(Dataset entries)

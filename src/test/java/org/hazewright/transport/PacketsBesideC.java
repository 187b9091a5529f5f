package org.hazewright.transport;

import java.io.IOException;
import java.nio.charset.StandardCharsets;
import java.nio.file.Files;
import java.nio.file.Path;
import java.util.ArrayList;
import java.util.Arrays;
import java.util.List;
import java.util.Locale;
import java.util.concurrent.TimeUnit;

/**
 * Throughput of photon packets beside a plain C program of the same physics, one run of both, taking turns.
 *
 * <p>Builds {@code src/test/c/packets.c} with {@code gcc -O3}, then for a slab of 1 mm, one of 10 mm and the semi-infinite
 * medium (µa 0.1, µs 100 /cm, g 0.9, n 1.4 in air; totals and 50 rings of 1 mm) runs C, one thread and two threads after each
 * other, several times, and prints the medians. Run: {@code java -cp … org.hazewright.transport.PacketsBesideC [rounds]}, from
 * the project's folder, on an idle machine.
 */
public final class PacketsBesideC {
    private static final Medium MEDIUM = new Medium(0.1, 10, 0.9, 1.4);

    private PacketsBesideC() {}

    public static void main(String[] args) throws IOException, InterruptedException {
        int rounds = args.length > 0 ? Integer.parseInt(args[0]) : 5;
        Path built = Files.createTempFile("packets", "");
        Process gcc = new ProcessBuilder("gcc", "-O3", "-o", built.toString(), "src/test/c/packets.c", "-lm")
                .inheritIO()
                .start();
        if (gcc.waitFor() != 0) throw new IOException("gcc could not build src/test/c/packets.c");
        List<Ring> rings = new ArrayList<>();
        for (int i = 0; i < 50; i++) rings.add(new Ring(i, i + 1));
        row("slab", "C", "1 thread", "2 threads", "Java/C", "2/1");
        for (double mm : new double[] {1, 10, 0}) {
            long packets = mm == 1 ? 1_000_000 : mm == 10 ? 200_000 : 60_000;
            PhotonPackets problem = new PhotonPackets(MEDIUM, 1, mm == 0 ? null : (Double) mm);
            PacketRun run = PacketRun.of(packets, 1).collecting(Side.REFLECTANCE, rings);
            double[][] rate = new double[3][rounds];
            java(problem, run.onThreads(1));
            for (int i = 0; i < rounds; i++) {
                rate[0][i] = c(built, mm, packets);
                rate[1][i] = java(problem, run.onThreads(1));
                rate[2][i] = java(problem, run.onThreads(2));
            }
            for (double[] r : rate) Arrays.sort(r);
            double peer = rate[0][rounds / 2];
            double one = rate[1][rounds / 2];
            double two = rate[2][rounds / 2];
            row(mm == 0 ? "endless" : mm + " mm", text(peer), text(one), text(two), text(one / peer), text(two / one));
        }
        Files.delete(built);
    }

    /** Packets per second of processor-bound work, by the wall clock. */
    private static double java(PhotonPackets problem, PacketRun run) {
        long start = System.nanoTime();
        PacketTally tally = problem.run(run);
        return tally.packets() / ((System.nanoTime() - start) * 1e-9);
    }

    private static double c(Path program, double mm, long packets) throws IOException, InterruptedException {
        Process p = new ProcessBuilder(
                        program.toString(),
                        "0.01",
                        "10",
                        "0.9",
                        "1.4",
                        Double.toString(mm),
                        Long.toString(packets),
                        "1")
                .start();
        String[] words = new String(p.getInputStream().readAllBytes(), StandardCharsets.UTF_8)
                .trim()
                .split(" ");
        if (!p.waitFor(10, TimeUnit.MINUTES)) throw new IOException("the C program does not end");
        return Double.parseDouble(words[0]);
    }

    private static String text(double x) {
        return String.format(Locale.ROOT, "%.3g", x);
    }

    private static void row(String... cells) {
        StringBuilder line = new StringBuilder();
        for (String cell : cells) line.append(String.format(Locale.ROOT, "%12s", cell));
        System.out.println(line);
    }
}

### Problem to work on
Your answer should be the lines above, from the line containing "rate[1][i] = java(problem, run.onThreads(1));" up to and including the line containing "double two = rate[2][rounds / 2];", reproduced exactly and with nothing else.

### Answer to the problem
                rate[1][i] = java(problem, run.onThreads(1));
                rate[2][i] = java(problem, run.onThreads(2));
            }
            for (double[] r : rate) Arrays.sort(r);
            double peer = rate[0][rounds / 2];
            double one = rate[1][rounds / 2];
            double two = rate[2][rounds / 2];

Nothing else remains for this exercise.